impl Table for VerdictRow {
    const NAME: &'static str = "backtest_verdicts";
    const COLUMNS: &'static [Column] = &[
        col("family", Text),
        col("reading", Text),
        col("tests", Int),
        col("against", Int),
        col("strongly_against", Int),
        col("extreme_p", Float),
        col("status", Text),
        col("note", Text),
        col("over_predicting", Int),
        col("under_predicting", Int),
    ];

    fn frame(rows: &[Self]) -> Result<DataFrame> {
        TableBuilder::new()
            .strings("family", rows.iter().map(|r| Some(r.family)))
            .strings("reading", rows.iter().map(|r| Some(r.reading)))
            .ints("tests", rows.iter().map(|r| Some(r.tests as i64)))
            .ints("against", rows.iter().map(|r| Some(r.against as i64)))
            .ints("strongly_against", rows.iter().map(|r| Some(r.strongly_against as i64)))
            .floats("extreme_p", rows.iter().map(|r| r.extreme_p))
            .strings("status", rows.iter().map(|r| Some(r.status.as_str())))
            .strings("note", rows.iter().map(|r| r.note.as_ref()))
            .ints("over_predicting", rows.iter().map(|r| r.over_predicting.map(|x| x as i64)))
            .ints("under_predicting", rows.iter().map(|r| r.under_predicting.map(|x| x as i64)))
            .finish()
    }

    fn rows(df: &DataFrame, path: &Path) -> Result<Vec<Self>> {
        let (fa, re, t, a, sa, p, st) = (
            strs(df, path, "family")?,
            strs(df, path, "reading")?,
            ints(df, path, "tests")?,
            ints(df, path, "against")?,
            ints(df, path, "strongly_against")?,
            floats(df, path, "extreme_p")?,
            strs(df, path, "status")?,
        );
        let mut note = strs(df, path, "note")?;
        let (ov, un) = (ints(df, path, "over_predicting")?, ints(df, path, "under_predicting")?);
        (0..df.height())
            .map(|i| {
                Ok(VerdictRow {
                    note: note[i].take(),
                    over_predicting: ov[i].map(|x| x.max(0) as u64),
                    under_predicting: un[i].map(|x| x.max(0) as u64),
                    family: intern(fa[i].as_deref().unwrap_or("")),
                    reading: intern(re[i].as_deref().unwrap_or("")),
                    tests: whole(t[i]),
                    against: whole(a[i]),
                    strongly_against: whole(sa[i]),
                    extreme_p: p[i],
                    status: text_form(st[i].as_deref(), "status", path, i)?,
                })
            })
            .collect()
    }
}

impl Table for RiskPremiumRow {
    const NAME: &'static str = "risk_premia";
    const COLUMNS: &'static [Column] = &[
        col("cohort", Text),
        col("bucket", Text),
        col("horizon", Int),
        col("level", Float),
        col("recovery", Float),
        col("members", Int),
        col("exposure_years", Float),
        col("defaults", Int),
        col("lambda_p", Float),
        col("lambda_p_lo", Float),
        col("lambda_p_hi", Float),
        col("lambda_q", Float),
        col("ratio", Float),
        col("ratio_lo", Float),
        col("ratio_hi", Float),
        col("spread_bp", Float),
        col("spread_quotes", Int),
        col("el_spread_bp", Float),
        col("el_spread_lo_bp", Float),
        col("el_spread_hi_bp", Float),
        col("premium_spread_bp", Float),
        col("premium_spread_lo_bp", Float),
        col("premium_spread_hi_bp", Float),
    ];

    fn frame(rp: &[Self]) -> Result<DataFrame> {
        TableBuilder::new()
            .strings("cohort", rp.iter().map(|b| Some(&b.cohort)))
            .strings("bucket", rp.iter().map(|b| Some(&b.bucket)))
            .ints("horizon", rp.iter().map(|b| Some(b.horizon_years as i64)))
            .floats("level", rp.iter().map(|b| Some(b.level)))
            .floats("recovery", rp.iter().map(|b| Some(b.recovery)))
            .ints("members", rp.iter().map(|b| Some(b.members as i64)))
            .floats("exposure_years", rp.iter().map(|b| Some(b.exposure_years)))
            .ints("defaults", rp.iter().map(|b| Some(b.defaults as i64)))
            .floats("lambda_p", rp.iter().map(|b| b.lambda_p))
            .floats("lambda_p_lo", rp.iter().map(|b| b.lambda_p_lo))
            .floats("lambda_p_hi", rp.iter().map(|b| b.lambda_p_hi))
            .floats("lambda_q", rp.iter().map(|b| b.lambda_q))
            .floats("ratio", rp.iter().map(|b| b.ratio))
            .floats("ratio_lo", rp.iter().map(|b| b.ratio_lo))
            .floats("ratio_hi", rp.iter().map(|b| b.ratio_hi))
            .floats("spread_bp", rp.iter().map(|b| b.spread_bp))
            .ints("spread_quotes", rp.iter().map(|b| Some(b.spread_quotes as i64)))
            .floats("el_spread_bp", rp.iter().map(|b| b.el_spread_bp))
            .floats("el_spread_lo_bp", rp.iter().map(|b| b.el_spread_lo_bp))
            .floats("el_spread_hi_bp", rp.iter().map(|b| b.el_spread_hi_bp))
            .floats("premium_spread_bp", rp.iter().map(|b| b.premium_spread_bp))
            .floats("premium_spread_lo_bp", rp.iter().map(|b| b.premium_spread_lo_bp))
            .floats("premium_spread_hi_bp", rp.iter().map(|b| b.premium_spread_hi_bp))
            .finish()
    }

    fn rows(df: &DataFrame, path: &Path) -> Result<Vec<Self>> {
        let f = |name: &str| floats(df, path, name);
        let (mut co, mut bu, h, lv, rc, me, ex, d) = (
            strs(df, path, "cohort")?,
            strs(df, path, "bucket")?,
            ints(df, path, "horizon")?,
            f("level")?,
            f("recovery")?,
            ints(df, path, "members")?,
            f("exposure_years")?,
            ints(df, path, "defaults")?,
        );
        let (lp, lpl, lph, lq, ra, ral, rah, sp, sq, el, pr) = (
            f("lambda_p")?,
            f("lambda_p_lo")?,
            f("lambda_p_hi")?,
            f("lambda_q")?,
            f("ratio")?,
            f("ratio_lo")?,
            f("ratio_hi")?,
            f("spread_bp")?,
            ints(df, path, "spread_quotes")?,
            f("el_spread_bp")?,
            f("premium_spread_bp")?,
        );
        let (ell, elh, prl, prh) =
            (f("el_spread_lo_bp")?, f("el_spread_hi_bp")?, f("premium_spread_lo_bp")?, f("premium_spread_hi_bp")?);
        Ok((0..df.height())
            .map(|i| RiskPremiumRow {
                cohort: co[i].take().unwrap_or_default(),
                bucket: bu[i].take().unwrap_or_default(),
                horizon_years: h[i].unwrap_or(0) as u32,
                level: lv[i].unwrap_or(f64::NAN),
                recovery: rc[i].unwrap_or(f64::NAN),
                members: whole(me[i]),
                exposure_years: ex[i].unwrap_or(f64::NAN),
                defaults: whole(d[i]),
                lambda_p: lp[i],
                lambda_p_lo: lpl[i],
                lambda_p_hi: lph[i],
                lambda_q: lq[i],
                ratio: ra[i],
                ratio_lo: ral[i],
                ratio_hi: rah[i],
                spread_bp: sp[i],
                spread_quotes: whole(sq[i]),
                el_spread_bp: el[i],
                el_spread_lo_bp: ell[i],
                el_spread_hi_bp: elh[i],
                premium_spread_bp: pr[i],
                premium_spread_lo_bp: prl[i],
                premium_spread_hi_bp: prh[i],
            })
            .collect())
    }
}
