//! Simulation of invented credit universes with a known truth: the demo scenario and the
//! planted-truth universes the self-check and the coverage tests use. Plain values only; the
//! `demo` command writes them as tables.

pub mod credit;
pub mod names;
pub mod rates;
pub mod rng;
pub mod scenario;

pub use rng::Rng;
pub use scenario::{generate, Instability, Scenario, ScenarioSpec};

---------------

* Directions for this task:
A word-for-word repetition of the listing above is required.

* Task result:
impl Table for VerdictRow {
    const NAME: &'static str = "backtest_verdicts";
    const COLUMNS: &'static [Column] = &[
        col("family", Text),
        col("reading", Text),
        col("tests", Int),
        col("against", Int),
        col("strongly_against", Int),
        col("extreme_p", Float),
        col("status", Text),
        col("note", Text),
        col("over_predicting", Int),
        col("under_predicting", Int),
    ];

    fn frame(rows: &[Self]) -> Result<DataFrame> {
        TableBuilder::new()
            .strings("family", rows.iter().map(|r| Some(r.family)))
            .strings("reading", rows.iter().map(|r| Some(r.reading)))
            .ints("tests", rows.iter().map(|r| Some(r.tests as i64)))
            .ints("against", rows.iter().map(|r| Some(r.against as i64)))
            .ints("strongly_against", rows.iter().map(|r| Some(r.strongly_against as i64)))
            .floats("extreme_p", rows.iter().map(|r| r.extreme_p))
            .strings("status", rows.iter().map(|r| Some(r.status.as_str())))
            .strings("note", rows.iter().map(|r| r.note.as_ref()))
            .ints("over_predicting", rows.iter().map(|r| r.over_predicting.map(|x| x as i64)))
            .ints("under_predicting", rows.iter().map(|r| r.under_predicting.map(|x| x as i64)))
            .finish()
    }

    fn rows(df: &DataFrame, path: &Path) -> Result<Vec<Self>> {
        let (fa, re, t, a, sa, p, st) = (
            strs(df, path, "family")?,
            strs(df, path, "reading")?,
            ints(df, path, "tests")?,
            ints(df, path, "against")?,
            ints(df, path, "strongly_against")?,
            floats(df, path, "extreme_p")?,
            strs(df, path, "status")?,
        );
        let mut note = strs(df, path, "note")?;
        let (ov, un) = (ints(df, path, "over_predicting")?, ints(df, path, "under_predicting")?);
        (0..df.height())
            .map(|i| {
                Ok(VerdictRow {
                    note: note[i].take(),
                    over_predicting: ov[i].map(|x| x.max(0) as u64),
                    under_predicting: un[i].map(|x| x.max(0) as u64),
                    family: intern(fa[i].as_deref().unwrap_or("")),
                    reading: intern(re[i].as_deref().unwrap_or("")),
                    tests: whole(t[i]),
                    against: whole(a[i]),
                    strongly_against: whole(sa[i]),
                    extreme_p: p[i],
                    status: text_form(st[i].as_deref(), "status", path, i)?,
                })
            })
            .collect()
    }
}

impl Table for RiskPremiumRow {
    const NAME: &'static str = "risk_premia";
    const COLUMNS: &'static [Column] = &[
        col("cohort", Text),
        col("bucket", Text),
        col("horizon", Int),
        col("level", Float),
        col("recovery", Float),
        col("members", Int),
        col("exposure_years", Float),
        col("defaults", Int),
        col("lambda_p", Float),
        col("lambda_p_lo", Float),
        col("lambda_p_hi", Float),
        col("lambda_q", Float),
        col("ratio", Float),
        col("ratio_lo", Float),
        col("ratio_hi", Float),
        col("spread_bp", Float),
        col("spread_quotes", Int),
        col("el_spread_bp", Float),
        col("el_spread_lo_bp", Float),
        col("el_spread_hi_bp", Float),
        col("premium_spread_bp", Float),
        col("premium_spread_lo_bp", Float),
        col("premium_spread_hi_bp", Float),
    ];

    fn frame(rp: &[Self]) -> Result<DataFrame> {
        TableBuilder::new()
            .strings("cohort", rp.iter().map(|b| Some(&b.cohort)))
            .strings("bucket", rp.iter().map(|b| Some(&b.bucket)))
            .ints("horizon", rp.iter().map(|b| Some(b.horizon_years as i64)))
            .floats("level", rp.iter().map(|b| Some(b.level)))
            .floats("recovery", rp.iter().map(|b| Some(b.recovery)))
            .ints("members", rp.iter().map(|b| Some(b.members as i64)))
            .floats("exposure_years", rp.iter().map(|b| Some(b.exposure_years)))
            .ints("defaults", rp.iter().map(|b| Some(b.defaults as i64)))
            .floats("lambda_p", rp.iter().map(|b| b.lambda_p))
            .floats("lambda_p_lo", rp.iter().map(|b| b.lambda_p_lo))
            .floats("lambda_p_hi", rp.iter().map(|b| b.lambda_p_hi))
            .floats("lambda_q", rp.iter().map(|b| b.lambda_q))
            .floats("ratio", rp.iter().map(|b| b.ratio))
            .floats("ratio_lo", rp.iter().map(|b| b.ratio_lo))
            .floats("ratio_hi", rp.iter().map(|b| b.ratio_hi))
            .floats("spread_bp", rp.iter().map(|b| b.spread_bp))
            .ints("spread_quotes", rp.iter().map(|b| Some(b.spread_quotes as i64)))
            .floats("el_spread_bp", rp.iter().map(|b| b.el_spread_bp))
            .floats("el_spread_lo_bp", rp.iter().map(|b| b.el_spread_lo_bp))
            .floats("el_spread_hi_bp", rp.iter().map(|b| b.el_spread_hi_bp))
            .floats("premium_spread_bp", rp.iter().map(|b| b.premium_spread_bp))
            .floats("premium_spread_lo_bp", rp.iter().map(|b| b.premium_spread_lo_bp))
            .floats("premium_spread_hi_bp", rp.iter().map(|b| b.premium_spread_hi_bp))
            .finish()
    }

    fn rows(df: &DataFrame, path: &Path) -> Result<Vec<Self>> {
        let f = |name: &str| floats(df, path, name);
        let (mut co, mut bu, h, lv, rc, me, ex, d) = (
            strs(df, path, "cohort")?,
            strs(df, path, "bucket")?,
            ints(df, path, "horizon")?,
            f("level")?,
            f("recovery")?,
            ints(df, path, "members")?,
            f("exposure_years")?,
            ints(df, path, "defaults")?,
        );
        let (lp, lpl, lph, lq, ra, ral, rah, sp, sq, el, pr) = (
            f("lambda_p")?,
            f("lambda_p_lo")?,
            f("lambda_p_hi")?,
            f("lambda_q")?,
            f("ratio")?,
            f("ratio_lo")?,
            f("ratio_hi")?,
            f("spread_bp")?,
            ints(df, path, "spread_quotes")?,
            f("el_spread_bp")?,
            f("premium_spread_bp")?,
        );
        let (ell, elh, prl, prh) =
            (f("el_spread_lo_bp")?, f("el_spread_hi_bp")?, f("premium_spread_lo_bp")?, f("premium_spread_hi_bp")?);
        Ok((0..df.height())
            .map(|i| RiskPremiumRow {
                cohort: co[i].take().unwrap_or_default(),
                bucket: bu[i].take().unwrap_or_default(),
                horizon_years: h[i].unwrap_or(0) as u32,
                level: lv[i].unwrap_or(f64::NAN),
                recovery: rc[i].unwrap_or(f64::NAN),
                members: whole(me[i]),
                exposure_years: ex[i].unwrap_or(f64::NAN),
                defaults: whole(d[i]),
                lambda_p: lp[i],
                lambda_p_lo: lpl[i],
                lambda_p_hi: lph[i],
                lambda_q: lq[i],
                ratio: ra[i],
                ratio_lo: ral[i],
                ratio_hi: rah[i],
                spread_bp: sp[i],
                spread_quotes: whole(sq[i]),
                el_spread_bp: el[i],
                el_spread_lo_bp: ell[i],
                el_spread_hi_bp: elh[i],
                premium_spread_bp: pr[i],
                premium_spread_lo_bp: prl[i],
                premium_spread_hi_bp: prh[i],
            })
            .collect())
    }
}
//! Simulation of invented credit universes with a known truth: the demo scenario and the
//! planted-truth universes the self-check and the coverage tests use. Plain values only; the
//! `demo` command writes them as tables.

pub mod credit;
pub mod names;
pub mod rates;
pub mod rng;
pub mod scenario;

pub use rng::Rng;
pub use scenario::{generate, Instability, Scenario, ScenarioSpec};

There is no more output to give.